We further asked whether PrxQ was able to reduce peroxides via the mycoredoxin 1/ MSH/mycothione reductase (Mxr1/MSH/Mtr) pathway, a novel electron transfer pathway identified in MSH producing high-(G+C)-content Gram-positive Actinobacteria that functional equivalent to the widely distributed glutaredoxin/glutathione/ glutathione reductase (Grx/GSH/GR) pathway [23]. However, no NADPH consumption was observed by using the Mrx1/Mtr/MSH reducing system (S2 Fig), indicating that this system cannot provide electrons to PrxQ. Together, these results showed that although PrxQ can employ the two Trxs regeneration systems in reducing oxidant, it has higher affinity for Trx1. That is, Trx1 was the most efficient electron donor for PrxQ.

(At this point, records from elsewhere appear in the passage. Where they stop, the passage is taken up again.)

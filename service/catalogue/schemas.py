"""Request and response bodies of products, observations and imports."""

from __future__ import annotations

import datetime as dt
from typing import Annotated, Any

from pydantic import (
    BaseModel,
    Field,
    StringConstraints,
    model_validator,
)

from service.core.bounds import MAX_COVARIATES_PER_OBSERVATION
from service.core.schemas import (
    CovariateName,
    Currency,
    Family,
    FiniteNumber,
    Money,
    Period,
    PositiveMoney,
    Strict,
)
from service.core.tables import (
    ObservationRow,
    ProductRow,
    as_utc,
)


class _PriceBounds(Strict):
    @model_validator(mode="after")
    def _bounds_in_order(self) -> _PriceBounds:
        low, high = getattr(self, "min_price", None), getattr(self, "max_price", None)
        if low is not None and high is not None and low > high:
            raise ValueError("min_price must not exceed max_price")
        return self


class ProductIn(_PriceBounds):
    """A whole product, as sent with PUT (create or replace)."""

    name: Annotated[str, StringConstraints(min_length=1, max_length=200)]
    family: Family | None = None
    currency: Currency = "EUR"
    unit_cost: Money | None = None
    current_price: PositiveMoney | None = None
    min_price: PositiveMoney | None = None
    max_price: PositiveMoney | None = None
    default_spec: dict[str, Any] | None = Field(
        default=None, description="The model specification used when a fit request omits one"
    )


class ProductPatch(_PriceBounds):
    """Fields to change; omitted fields keep their value, null clears an optional one."""

    name: Annotated[str, StringConstraints(min_length=1, max_length=200)] | None = None
    family: Family | None = None
    currency: Currency | None = None
    unit_cost: Money | None = None
    current_price: PositiveMoney | None = None
    min_price: PositiveMoney | None = None
    max_price: PositiveMoney | None = None
    default_spec: dict[str, Any] | None = None


class ProductOut(BaseModel):
    sku: str
    name: str
    family: str | None
    currency: str
    unit_cost: float | None
    current_price: float | None
    min_price: float | None
    max_price: float | None
    default_spec: dict[str, Any] | None
    created_at: dt.datetime
    updated_at: dt.datetime
    live_price: float | None = Field(
        default=None,
        description="The approved price live now, from the price record (null if none yet, "
        "and in lists)",
    )
    prior_price: float | None = Field(
        default=None,
        description="The lowest price live in the 30 days before now, from the price record: "
        "the prior price to show beside a reduction under article 6a of the EU Price "
        "Indication Directive 98/6/EC (null if none, and in lists)",
    )
    price_changed_at: dt.datetime | None = Field(
        default=None, description="When the live price last changed (null if never, and in lists)"
    )


class ObservationIn(Strict):
    period: Period
    price: PositiveMoney
    units: Annotated[float, Field(strict=True, ge=0, allow_inf_nan=False)]
    unit_cost: Money | None = None
    in_stock: bool | None = Field(
        default=None, strict=True, description="False if the product ran out during the period"
    )
    covariates: dict[CovariateName, FiniteNumber] = Field(
        default_factory=dict,
        max_length=MAX_COVARIATES_PER_OBSERVATION,
        description=f"At most {MAX_COVARIATES_PER_OBSERVATION} named numbers",
    )


class ObservationBatch(Strict):
    observations: Annotated[list[ObservationIn], Field(min_length=1, max_length=10_000)]


class ObservationOut(BaseModel):
    period: dt.date
    price: float
    units: float
    unit_cost: float | None
    in_stock: bool | None
    covariates: dict[str, float]
    price_test_id: int | None = Field(
        default=None,
        description="The stored price test whose periods include this one (a test period)",
    )


class UpsertCounts(BaseModel):
    rows: int = Field(description="Rows received")
    inserted: int = Field(description="Periods that were new")
    updated: int = Field(description="Periods that existed and were replaced")


class ImportResult(UpsertCounts):
    products_created: list[str] = Field(description="Skus created by this import")


# -- rows to responses


def product_out(row: ProductRow) -> ProductOut:
    return ProductOut(
        sku=row.sku,
        name=row.name,
        family=row.family,
        currency=row.currency,
        unit_cost=row.unit_cost,
        current_price=row.current_price,
        min_price=row.min_price,
        max_price=row.max_price,
        default_spec=row.default_spec,
        created_at=as_utc(row.created_at),
        updated_at=as_utc(row.updated_at),
    )


def observation_out(row: ObservationRow) -> ObservationOut:
    return ObservationOut(
        period=row.period,
        price=row.price,
        units=row.units,
        unit_cost=row.unit_cost,
        in_stock=row.in_stock,
        covariates=dict(row.covariates or {}),
    )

Next, enzymatic activities of PrxQ toward various oxidizing substrates were analyzed using the Trx/TrxR system as the reducing power (Fig 4 and S3 Table). Results showed that the catalytic efficiency (k_cat/K_peroxide) of PrxQ towards H₂O₂, CHP, and t-BOOH, is quite variable with values of 1.2×10³ M⁻¹ · s⁻¹ ~ 4×10⁴ M⁻¹ · s⁻¹ (Fig 4A and 4B). The distinct difference observed with CHP was relevant with a difference in the apparent substrate affinity, with K_m values of about 93.74~115.8 μM for CHP, and 220.9~333.4 and 316.8~473.9 μM for H₂O₂ and t-BOOH. The above values obtained from C. glutamicum PrxQ showed comparability with those from Poplar PrxQ and E. coli BCP, indicating that these enzymes have very similar properties [29,17].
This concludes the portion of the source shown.